In this paper, we analyse and compare several of the accepted tests for homogeneity of variances. In particular, we will concentrate on the following tests (which are defined below):
- F Test 2-sided. (ANOVA F Test)
- Bartlet χ2 test,
- Levene Tests (Levene 1, Levene 2, Levene 3 and Levene 4),
- Jacknife Test,
- Box Test,
- Cochran Test,
- O’Brien (0.5, alternate Jacknife),
- BF and Modified Brown-Forsythe Tests, and
- Wald Test.
The derivations of these tests will be presented in following posts. A size and power study will also be published.
There other tests in use such as the Scheffé-Box log-ANOVA test (Martin & Games 1977) that will also be introduced in future posts. The Scheffé-Box log-ANOVA test was developed using proposals by Box (1953) and Scheffé (1959). It first separates the variables from each group at random across several subgroups. The log-variance is then calculated for each subgroup.

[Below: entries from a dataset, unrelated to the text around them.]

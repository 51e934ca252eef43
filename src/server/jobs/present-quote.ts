/** How a stored quote looks in answers. */
import type { Quote } from '@db/models/jobs.ts';
import type { QuoteDocument } from '@/contracts/jobs.ts';

export const presentQuote = (quote: Quote): QuoteDocument => ({
  ...(quote.answer as Omit<QuoteDocument, 'id' | 'expiresAt' | 'usedByJobId'>),
  id: quote.id,
  expiresAt: quote.expiresAt,
  usedByJobId: quote.usedByJobId ?? null,
});
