/**
 * Extends the complete prefix of a job by the batches that are in, and moves the charge of what joined it.
 *
 * Always inside the write transaction that changed a batch, so that a crash leaves a batch joined and charged, or
 * neither. A batch that does not fit under the cap is left for `cut-at-cap.ts`, which has to read its file first.
 */
import { Op } from 'sequelize';
import { Batch, Job, Segment } from '@db/models/jobs.ts';
import { describeFailure } from '@/domain/jobs/job-inputs.ts';
import { isLook } from '@/domain/jobs/precision.ts';
import { chargeOfJoining, eventsWithinCap } from '@/domain/jobs/longest-prefix.ts';
import { settleCharge } from '../ledger/settle-charge.ts';
import { endJob } from './end-job.ts';

/** What the dispatcher does next about the job. */
export type Advance =
  | { kind: 'waiting' }
  /** The next batch is in but does not fit whole under the cap of its segment. */
  | { kind: 'at_cap'; batch: Batch; segment: Segment }
  /** The prefix is one that a precision target looks at. */
  | { kind: 'look'; replicates: number }
  /** Nothing more joins: write the results. */
  | { kind: 'ending' };

/** `looked`: the prefix that was looked at already and was not precise enough. */
export async function advancePrefix(job: Job, looked = 0): Promise<Advance> {
  for (;;) {
    if (job.ending) return { kind: 'ending' };
    if (job.replicatesDone !== looked && (await wantsLook(job)))
      return { kind: 'look', replicates: job.replicatesDone };
    const batch = await Batch.findOne({
      where: { jobId: job.id, state: { [Op.in]: ['planned', 'done'] } },
      order: [['ordinal', 'ASC']],
    });
    if (!batch) {
      await endJob(job, {
        state: 'done',
        reason: 'replicates_reached',
        detail: `All ${job.replicatesPlanned.toLocaleString('en')} replicates are complete.`,
        failure: null,
      });
      return { kind: 'ending' };
    }
    if (batch.state !== 'done') return { kind: 'waiting' };
    const segment = (await Segment.findByPk(batch.segmentId))!;
    if (!fitsWhole(batch, segment)) return { kind: 'at_cap', batch, segment };
    await joinBatch({ job, segment, batch, replicates: batch.completeReplicates, events: batch.events });
    if (batch.failure) await endJob(job, failedEnding(batch));
  }
}

/** Only the launch stops by precision: an extension was asked for in replicates. */
const wantsLook = async (job: Job): Promise<boolean> =>
  job.inputs.stopping !== undefined &&
  isLook(job.replicatesDone) &&
  (await Segment.count({ where: { jobId: job.id } })) === 1;

/** A batch that its event budget cut short, without a fault of the model, was cut because the cap was in sight. */
function fitsWhole(batch: Batch, segment: Segment): boolean {
  if (batch.completeReplicates < batch.replicateCount && !batch.failure) return false;
  const most = eventsWithinCap(segment.capMicrocredits, segment.microcreditsPerMillionEvents);
  return most === null || BigInt(segment.events) + BigInt(batch.events) <= most;
}

function failedEnding(batch: Batch) {
  const failure = batch.failure!;
  return { state: 'failed' as const, reason: failure.kind, detail: describeFailure(failure), failure };
}

/** Adds the first `replicates` of a batch, `events` in all, to the prefix and charges them. Idempotent by the batch's id. */
export async function joinBatch(options: {
  job: Job;
  segment: Segment;
  batch: Batch;
  replicates: number;
  events: number;
  absorbedEvents?: number;
}): Promise<void> {
  const { job, segment, batch, replicates, events, absorbedEvents = 0 } = options;
  const charge = chargeOfJoining({
    segmentEvents: segment.events,
    events,
    microcreditsPerMillionEvents: segment.microcreditsPerMillionEvents,
  });
  await settleCharge({
    teamId: job.teamId,
    jobId: job.id,
    segmentId: segment.id,
    settlementId: batch.id,
    chargeMicrocredits: charge,
    memo: {
      events: String(events),
      absorbedEvents: String(absorbedEvents),
      replicates,
      firstReplicate: batch.firstReplicate,
    },
  });
  await segment.update({
    events: segment.events + events,
    chargedMicrocredits: segment.chargedMicrocredits + charge,
  });
  await batch.update({ state: 'joined', completeReplicates: replicates, events, absorbedEvents });
  const secondsPerReplicate =
    replicates > 0 ? 0.8 * job.secondsPerReplicate + (0.2 * batch.seconds) / replicates : job.secondsPerReplicate;
  await job.update({
    replicatesDone: job.replicatesDone + replicates,
    events: job.events + events,
    chargedMicrocredits: job.chargedMicrocredits + charge,
    heldMicrocredits: job.heldMicrocredits - charge,
    secondsPerReplicate,
  });
}
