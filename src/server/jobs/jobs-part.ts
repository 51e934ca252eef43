/** What of jobs runs beside the requests: the executor's threads and the dispatcher. */
import { env } from '../env.ts';
import { log } from '../log.ts';
import type { Part } from '../part.ts';
import { setDispatcherWatch } from './batches-out.ts';
import { Dispatcher } from './dispatcher.ts';
import { setExecutor } from './executor.ts';
import { sweepFiles } from './sweep-files.ts';
import { startPiscinaExecutor } from './piscina-executor.ts';
import { setResultsWriter, startResultsWriter } from './results-writer.ts';
import { workerFile } from './worker-file.ts';

export const jobsPart: Part = {
  name: 'jobs',
  async start() {
    const swept = await sweepFiles();
    if (swept > 0) log().info({ swept }, 'files left by a crash removed');
    const executor = startPiscinaExecutor({ workerFile: workerFile('run-batch'), threads: env().BURETTE_WORKERS });
    setExecutor(executor);
    const writer = startResultsWriter({ workerFile: workerFile('write-results') });
    setResultsWriter(writer);
    const dispatcher = new Dispatcher();
    setDispatcherWatch(dispatcher);
    await dispatcher.resume();
    return async () => {
      const stopped = dispatcher.stop();
      // What it was writing is written again at the next start.
      await writer.close();
      await stopped;
      setDispatcherWatch(null);
      await executor.close();
      setExecutor(null);
      setResultsWriter(null);
    };
  },
};
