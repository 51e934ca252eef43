/** Opens the ensemble of a job's complete prefix for a reader of results. */
import type { Job } from '@db/models/jobs.ts';
import { accept, refuse, type Result } from '@/domain/refusals.ts';
import type { Actor } from '@/domain/teams/actor.ts';
import type { EnsembleSummary } from '@/engine/ensemble.ts';
import { authorise } from '../teams/authorise.ts';
import { findJob } from './find-job.ts';
import { prefixEnsemble, type PrefixEnsemble } from './prefix-ensemble.ts';
import { pointsOf } from '@/domain/jobs/sweep.ts';
import type { PointEnsemble } from '@/archives/ensemble.ts';

export interface OpenResults {
  job: Job;
  /** Complete at every point. */
  replicates: number;
  /** Of all points. */
  points: PointEnsemble[];
  /** Of the point asked for. */
  ensemble: PointEnsemble;
  summary: EnsembleSummary;
}

export async function openResults(options: {
  actor: Actor;
  team: string;
  job: string;
  point: number;
}): Promise<Result<OpenResults>> {
  const authorised = await authorise({ actor: options.actor, team: options.team, permission: 'results:read' });
  if (!authorised.ok) return authorised;
  const found = await findJob({ teamId: authorised.value.team.id, job: options.job });
  if (!found.ok) return found;
  const job = found.value;
  const points = pointsOf(job.inputs);
  if (options.point >= points) {
    const message = points === 1 ? 'This job has one point: 0.' : `This job has points 0 to ${points - 1}.`;
    return refuse('invalid_input', message, { errors: [{ path: 'query.point', code: 'unknown_point', message }] });
  }
  if (job.replicatesDone === 0)
    return refuse(
      'results_not_ready',
      job.finishedAt ? 'This job ended before a replicate was complete.' : 'No replicate is complete yet.',
    );
  const { points: ensembles, replicates } = await ensembleOf(job);
  const ensemble = ensembles[options.point];
  return ensemble
    ? accept({ job, replicates, points: ensembles, ensemble, summary: ensemble.summary })
    : refuse('results_not_ready', 'No replicate is complete yet.');
}

/** Files of batches go once the job's results are written; whoever was in between looks again. */
async function ensembleOf(job: Job): Promise<PrefixEnsemble> {
  const { archiveRevision } = job;
  try {
    return await prefixEnsemble(job);
  } catch (error) {
    await job.reload();
    if (job.archiveRevision === archiveRevision) throw error;
    return prefixEnsemble(job);
  }
}
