/** What of jobs runs beside the requests. */
import type { Part } from '../part.ts';

export const jobsPart: Part = { name: 'jobs', start: async () => async () => undefined };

An F-type statistic is then used to contrast the among-group mean-square values with the within-group mean-squares of the log-variance values for each subgroup. Others, such as Efron (1982) have proposed using a transform to express the data in a form that more closely aligns to conditions of normality.
 This disregard for the assumptions assumes that the procedure is sufficiently robust. This is an postulation that a failure to adequately account for the assumption will result in only a small and insignificant deviation from the true result that would occur had the assumptions been met.
 See also Welch (1951), Boneau (1960), Glass et al. (1972), Bishop & Dudewicz (1978), Bryk & Raudenbush (1987), Wilcox (1989), Oshima & Algina (1992a), Alexander & Govern (1994), Sokal & Rholf (1995), Schneider & Penfield (1997), Wilcox (1997), Chen & Chen (1998), Luh & Guo (2000), Keselman et al. (2002), Mendes (2003), & Camdeviren & Mendes (2005). All of these authors have noted this same point, re-enforcing the work of Box (1951).